Code is covered without prior authorization (high confidence)
Medicare Pricing
Work RVU
32.13
Facility
$1563.83
Non-Facility
$1563.83
Documentation Required
No documentation requirements specified in this document.
No documentation requirements (medical records, test results, or specific clinical documentation) are specified in the provided text.
In order to determine medical necessity consistently, Humana and subsidiaries may consider the criteria contained in the following: (text indicates additional criteria/documentation will be used but the criteria are not included in this excerpt).
Prostatectomy will be considered medically reasonable and necessary when the following requirements are met: (implies documentation must show requirements are met; specific documentation items are not listed in this excerpt).
Open prostatectomy is a surgical procedure where the surgeon removes the prostate through an incision in the lower abdomen or, less commonly, through a perineal incision.
Humana and subsidiaries follow the Medicare requirements that only allow coverage and payment for services that are reasonable and necessary for the diagnosis and treatment of illness or injury or to improve the functioning of a malformed body member except as specifically allowed by Medicare.
Localized prostate cancer (confined to the prostate gland).

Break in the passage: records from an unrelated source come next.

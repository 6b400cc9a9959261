#!/usr/bin/env python3
"""Time Cantera (through its Python interface) on this machine, as a yardstick
for eqwatch's own benchmarks. Not a pass/fail test.

    .venv/bin/python scripts/bench_cantera.py [--repeats N]

Prints
    cantera_k_of_t_us=<median microseconds per K(T) evaluation, shift reaction>
    cantera_equilibrate_reformer_us=<median microseconds per equilibrate('TP')>

The species are the same nasa_gas.yaml entries eqwatch's built-in data come
from, with the reference pressure set to 1 bar (see xcheck_common.py).
Timings include the Python-call overhead, which is part of what a Python user
of Cantera pays.
"""

import argparse
import statistics
import time

import cantera as ct

from xcheck_common import P_STD_PA, cantera_species, parse_reaction


def median_us(fn, repeats, inner):
    """Median over `repeats` batches of the mean time of `inner` calls, in us."""
    fn()  # warm-up (first-call allocations, caches)
    samples = []
    for _ in range(repeats):
        t0 = time.perf_counter()
        for _ in range(inner):
            fn()
        samples.append((time.perf_counter() - t0) / inner * 1e6)
    return statistics.median(samples)


def main():
    ap = argparse.ArgumentParser(description=__doc__.splitlines()[0])
    ap.add_argument("--repeats", type=int, default=200, help="batches per timing")
    ap.add_argument("--bin", help="accepted for uniformity with the cross-check scripts; unused")
    args = ap.parse_args()

    # (a) K(T) for the water-gas shift: set T, ln K = -sum nu g/RT.
    nu = parse_reaction("CO + H2O = CO2 + H2")
    gas = ct.Solution(thermo="ideal-gas", species=cantera_species(list(nu)))
    idx = [(gas.species_index(n), v) for n, v in nu.items()]
    temps = [500.0 + 7.0 * i for i in range(100)]  # varying T defeats any caching
    state = {"i": 0}

    def k_of_t():
        T = temps[state["i"] % len(temps)]
        state["i"] += 1
        gas.TP = T, P_STD_PA
        g = gas.standard_gibbs_RT
        return -sum(v * g[i] for i, v in idx)

    t_k = median_us(k_of_t, args.repeats, 50)

    # (b) equilibrate('TP') of the 5-species reformer; composition reset
    # to the feed before every call so each solve starts from scratch (the
    # reset is included in the timing; its own cost is printed separately).
    ref = ct.Solution(thermo="ideal-gas",
                      species=cantera_species(["CH4", "H2O", "CO", "CO2", "H2"]))

    def equilibrate():
        ref.TPX = 1100.0, 30e5, "CH4:1, H2O:3"
        ref.equilibrate("TP")

    def reset_only():
        ref.TPX = 1100.0, 30e5, "CH4:1, H2O:3"

    t_eq = median_us(equilibrate, max(args.repeats // 4, 10), 20)
    t_reset = median_us(reset_only, max(args.repeats // 4, 10), 20)

    print(f"# cantera {ct.__version__}; median of batches, microseconds per call")
    print(f"cantera_k_of_t_us={t_k:.3f}")
    print(f"cantera_equilibrate_reformer_us={t_eq:.3f}")
    print(f"# (of which resetting T, P, composition: {t_reset:.3f} us)")


if __name__ == "__main__":
    main()
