"""Shared helpers for the eqwatch cross-check scripts in scripts/.

Not a test by itself. The cross-check scripts import it as a sibling module
(Python puts a script's own directory first on sys.path).
"""

import argparse
import functools
import json
import math
import subprocess
import sys
import tomllib
from pathlib import Path

REPO = Path(__file__).resolve().parents[1]

# Standard-state pressure of eqwatch's K(T): 1 bar (see data/species.toml header).
P_STD_PA = 1.0e5


def parse_args(description):
    ap = argparse.ArgumentParser(description=description)
    ap.add_argument("--bin", required=True, help="path to the eqwatch binary")
    ap.add_argument("-v", "--verbose", action="store_true",
                    help="also print the eqwatch command lines")
    return ap.parse_args()


class EqwatchError(RuntimeError):
    pass


class Runner:
    """Runs the eqwatch binary and returns its --json output as a dict."""

    def __init__(self, binary, verbose=False):
        self.binary = str(binary)
        self.verbose = verbose

    def __call__(self, *args):
        cmd = [self.binary, *args, "--json"]
        if self.verbose:
            print("  $ " + " ".join(_quote(a) for a in cmd))
        try:
            p = subprocess.run(cmd, capture_output=True, text=True, timeout=60)
        except (OSError, subprocess.TimeoutExpired) as e:
            raise EqwatchError(f"could not run {cmd[0]}: {e}") from None
        if p.returncode != 0:
            raise EqwatchError(f"exit {p.returncode}: {p.stderr.strip()[:300]}")
        try:
            return json.loads(p.stdout)
        except json.JSONDecodeError as e:
            raise EqwatchError(f"stdout is not one JSON object ({e}): {p.stdout[:200]!r}") from None


def _quote(a):
    return a if a and all(c.isalnum() or c in "-_./=,%" for c in a) else repr(a)


class Tally:
    """Counts checks, prints one line per check and the final summary line."""

    def __init__(self, name):
        self.name = name
        self.passed = 0
        self.failed = 0

    def check(self, label, ok, detail):
        print(f"{'PASS' if ok else 'FAIL'} {label}: {detail}")
        if ok:
            self.passed += 1
        else:
            self.failed += 1
        return ok

    def error(self, label, exc):
        """A case that could not be evaluated at all counts as one failure."""
        return self.check(label, False, f"error: {exc}")

    def close_abs(self, label, got, ref, tol, unit="", who="eqwatch"):
        ok = _finite(got) and abs(got - ref) <= tol
        d = got - ref if _finite(got) else float("nan")
        return self.check(label, ok, f"{who} {got!r} ref {ref!r} diff {d:.3e} {unit}tol {tol:g} abs")

    def close_rel(self, label, got, ref, rtol, atol=0.0, unit="", who="eqwatch"):
        ok = _finite(got) and abs(got - ref) <= max(rtol * abs(ref), atol)
        d = (got - ref) / ref if _finite(got) and ref != 0 else float("nan")
        extra = f" or abs {atol:g}" if atol else ""
        return self.check(label, ok,
                          f"{who} {got!r} ref {ref!r} rel.diff {d:.3e} {unit}tol {rtol:g} rel{extra}")

    def finish(self):
        print(f"crosscheck-{self.name}: {self.passed} passed, {self.failed} failed")
        sys.exit(1 if self.failed else 0)


def _finite(x):
    return isinstance(x, (int, float)) and not isinstance(x, bool) and math.isfinite(x)


def require_binary(binary, tally):
    p = Path(binary)
    if not p.is_file():
        tally.check("binary", False, f"{binary} does not exist")
        tally.finish()


def load_species_toml():
    """The built-in species file, keyed by eqwatch species name."""
    doc = tomllib.loads((REPO / "data" / "species.toml").read_text())
    return {s["name"]: s for s in doc["species"]}


def parse_reaction(text):
    """'CH4 + H2O = CO + 3 H2' -> {'CH4': -1, 'H2O': -1, 'CO': 1, 'H2': 3}."""
    left, right = text.split("=")
    nu = {}
    for side, sign in ((left, -1.0), (right, 1.0)):
        for term in side.split(" + "):
            parts = term.split()
            coef, name = (float(parts[0]), parts[1]) if len(parts) == 2 else (1.0, parts[0])
            nu[name] = nu.get(name, 0.0) + sign * coef
    return nu


# eqwatch names that differ from the species names in cantera's nasa_gas.yaml
# (same mapping as tools/gen_species.py).
CANTERA_NAME = {"HCl": "HCL", "Cl2": "CL2", "CH2O": "HCHO,formaldehy"}


def cantera_species(names):
    """Cantera Species objects for eqwatch `names`, from nasa_gas.yaml, with the
    reference pressure set to 1 bar.

    nasa_gas.yaml declares no reference pressure, so Cantera would label the
    data as 1 atm; the data are really at 1 bar (see data/species.toml header),
    which is also eqwatch's standard state. Labelling them 1 bar changes no
    g(T), h(T), s(T) value but makes Cantera's chemical potentials
    mu = g(T) + RT ln(y P / P_ref) use the same P_ref = 1 bar as eqwatch."""
    import cantera as ct
    all_sp = _nasa_gas_species()
    out = []
    for n in names:
        d = all_sp[CANTERA_NAME.get(n, n)].input_data
        d["name"] = n
        d["thermo"]["reference-pressure"] = P_STD_PA
        out.append(ct.Species.from_dict(d))
    return out


@functools.lru_cache(maxsize=1)
def _nasa_gas_species():
    import cantera as ct
    return {s.name: s for s in ct.Species.list_from_file("nasa_gas.yaml")}
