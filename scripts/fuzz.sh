#!/usr/bin/env bash
# Time-boxed fuzzing of eqwatch's input paths with cargo-fuzz (libFuzzer), on the stable
# toolchain without a sanitizer (-s none). Not part of scripts/test.sh.
#
#   scripts/fuzz.sh            # every target, FUZZ_SECONDS each (default 60)
#   FUZZ_SECONDS=600 scripts/fuzz.sh input_message
#
# Targets (fuzz/fuzz_targets): input_message (payload decoding and the pipeline),
# history_rows (replay CSV rows), config_file, reaction_equation, unit_text,
# sparkplug_message (Sparkplug B payloads through the host consumer). Seeds are in
# fuzz/corpus/<target>; a crash leaves its input in fuzz/artifacts/<target> and fails.
set -euo pipefail
cd "$(dirname "$0")/.."
seconds="${FUZZ_SECONDS:-60}"
targets=("$@")
if [ ${#targets[@]} -eq 0 ]; then
    targets=(input_message history_rows config_file reaction_equation unit_text sparkplug_message)
fi
if ! cargo fuzz --version >/dev/null 2>&1; then
    echo "installing cargo-fuzz (a few minutes, once)"
    cargo install cargo-fuzz --locked
fi
summary=()
for t in "${targets[@]}"; do
    echo "== $t: ${seconds} s"
    log="$(mktemp)"
    # -s none: no sanitizer (sanitizers need a nightly compiler); panics still abort.
    if ! cargo fuzz run -s none "$t" "fuzz/corpus/$t" -- \
        -max_total_time="$seconds" -print_final_stats=1 -max_len=4096 2>&1 | tee "$log" | grep -aE "^(#[0-9]+.*(DONE|pulse)|==|stat::)" ; then
        :
    fi
    if grep -aq "panicked\|ERROR: libFuzzer\|SUMMARY" "$log"; then
        grep -aE "panicked|ERROR|Test unit written" "$log" | head -5
        echo "FAILED: $t (see fuzz/artifacts/$t)"
        exit 1
    fi
    runs="$(grep -ao 'stat::number_of_executed_units: [0-9]*' "$log" | grep -o '[0-9]*$' || echo '?')"
    cov="$(grep -ao 'cov: [0-9]*' "$log" | tail -1 | grep -o '[0-9]*$' || echo '?')"
    summary+=("$t: $runs runs in ${seconds} s, coverage $cov edges, no crash")
    rm -f "$log"
done
printf '%s\n' "${summary[@]}"
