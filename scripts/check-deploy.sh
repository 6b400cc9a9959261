#!/usr/bin/env bash
# Checks what a site installs from deploy/: the systemd unit (systemd-analyze verify and
# the exposure score of `systemd-analyze security --offline`, gated at THRESHOLD) and
# the Containerfile (its structure always; a real build where podman or docker can).
# Called by scripts/test.sh; runs alone too: scripts/check-deploy.sh [path/to/eqwatch]
set -euo pipefail
cd "$(dirname "$0")/.."
# systemd-analyze's --threshold is in tenths of the exposure score: 9 means 0.9.
THRESHOLD=${EQWATCH_UNIT_THRESHOLD:-9}
target=${CARGO_TARGET_DIR:-target}
bin=${1:-$target/debug/eqwatch}
unit=deploy/eqwatch.service
fail=0

if command -v systemd-analyze >/dev/null 2>&1; then
  # verify resolves ExecStart= paths: check a copy that points at the built binary.
  tmp=$(mktemp -d)
  trap 'rm -rf "$tmp"' EXIT
  sed "s|/usr/local/bin/eqwatch|$(realpath "$bin")|g" "$unit" > "$tmp/eqwatch.service"
  out=$(systemd-analyze verify "$tmp/eqwatch.service" 2>&1 || true)
  # Complaints about this unit (unknown keys, bad values, missing commands); lines about
  # other units on this machine are not ours.
  ours=$(printf '%s\n' "$out" | grep -E 'eqwatch\.service' || true)
  if [ -n "$ours" ]; then
    echo "systemd-analyze verify $unit:" >&2
    printf '%s\n' "$ours" >&2
    fail=1
  else
    echo "unit: systemd-analyze verify clean"
  fi
  score=$(systemd-analyze security --offline=true "$unit" 2>/dev/null | sed -n 's/.*Overall exposure level for .*: \([0-9.]*\).*/\1/p')
  if systemd-analyze security --offline=true --threshold="$THRESHOLD" "$unit" >/dev/null 2>&1; then
    echo "unit: exposure $score (gate: at most $THRESHOLD tenths)"
  else
    echo "unit: exposure ${score:-?} is over the gate of $THRESHOLD tenths (systemd-analyze security --offline=true $unit)" >&2
    fail=1
  fi
else
  echo "unit: systemd-analyze not on this machine; unit not verified (Debian package systemd)"
fi

python3 - deploy/container/Containerfile .dockerignore <<'PY' || fail=1
import re, sys
path, ignore = sys.argv[1], sys.argv[2]
lines = []
for raw in open(path, encoding="utf-8"):
    s = raw.strip()
    if s and not s.startswith("#"):
        lines.append(s)
# Join continuation lines.
text = "\n".join(lines).replace("\\\n", " ")
instr = [l.split(None, 1) for l in text.splitlines()]
problems = []
froms = [a for a in instr if a[0].upper() == "FROM"]
if len(froms) < 2:
    problems.append("not multi-stage (one FROM)")
final = max(i for i, a in enumerate(instr) if a[0].upper() == "FROM")
stage = instr[final:]
users = [a[1] for a in stage if a[0].upper() == "USER"]
if not users or users[-1].split(":")[0] in ("0", "root"):
    problems.append("the final stage does not switch to a non-root USER")
if not any(a[0].upper() == "COPY" and "--from=" in a[1] for a in stage):
    problems.append("the final stage does not copy the binary from the build stage")
if any(a[0].upper() == "ADD" for a in instr):
    problems.append("ADD used (COPY only: no remote or archive magic)")
for a in froms:
    image = a[1].split()[0]
    if ":" not in image.split("/")[-1] or image.endswith(":latest"):
        problems.append(f"base image {image} is not pinned to a tag")
build = [a[1] for a in instr if a[0].upper() == "RUN" and "cargo build" in a[1]]
if not build or "--locked" not in build[0] or "--release" not in build[0]:
    problems.append("the binary is not built with cargo build --release --locked")
if not any(a[0].upper() == "VOLUME" and "/var/lib/eqwatch" in a[1] for a in stage):
    problems.append("no VOLUME for the journal (/var/lib/eqwatch)")
if not any(a[0].upper() == "ENTRYPOINT" and "eqwatch" in a[1] for a in stage):
    problems.append("ENTRYPOINT is not the eqwatch binary")
ign = open(ignore, encoding="utf-8").read().split()
for must in ("target/", ".venv/", ".git/"):
    if must not in ign:
        problems.append(f".dockerignore does not leave out {must}")
if problems:
    print("Containerfile:", *problems, sep="\n  ", file=sys.stderr)
    sys.exit(1)
print("Containerfile: multi-stage, non-root, pinned bases, locked release build, journal volume")
PY

# A real build where an engine can (not on the CI machine: no container daemon there).
engine=""
if command -v podman >/dev/null 2>&1 && podman info >/dev/null 2>&1; then engine=podman
elif command -v docker >/dev/null 2>&1 && docker info >/dev/null 2>&1; then engine=docker
fi
if [ -n "$engine" ] && [ "${EQWATCH_BUILD_IMAGE:-0}" = 1 ]; then
  $engine build -f deploy/container/Containerfile -t eqwatch:check . || fail=1
  $engine run --rm eqwatch:check --version || fail=1
  uid=$($engine image inspect eqwatch:check --format '{{.Config.User}}')
  echo "image: eqwatch:check runs as $uid; $($engine image inspect eqwatch:check --format '{{.Size}}') bytes"
else
  echo "image: not built here (set EQWATCH_BUILD_IMAGE=1 where podman or docker runs)"
fi
exit $fail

Prostatectomy involving removal of the prostate gland, with or without nerve sparing and surrounding tissues (usually includes the seminal vesicles and some nearby lymph nodes).
Laparoscopic prostatectomy as a surgical technique to remove the prostate gland (described as making several small incisions in the lower abdomen and inserting special tools to remove the prostate).
Ask Verity about documentation requirements, denial risks, or coverage in your state.
Documentation must demonstrate medical necessity per Medicare requirements (diagnosis, clinical findings, prior treatments, and rationale), although the excerpt does not enumerate specific required documents. (inferred)
Documentation of clinical/pathologic stage consistent with localized disease (T1 through T3) and absence of fixation to adjacent structures (eg, clinical notes, operative/assessment notes) (inferred from staging requirement)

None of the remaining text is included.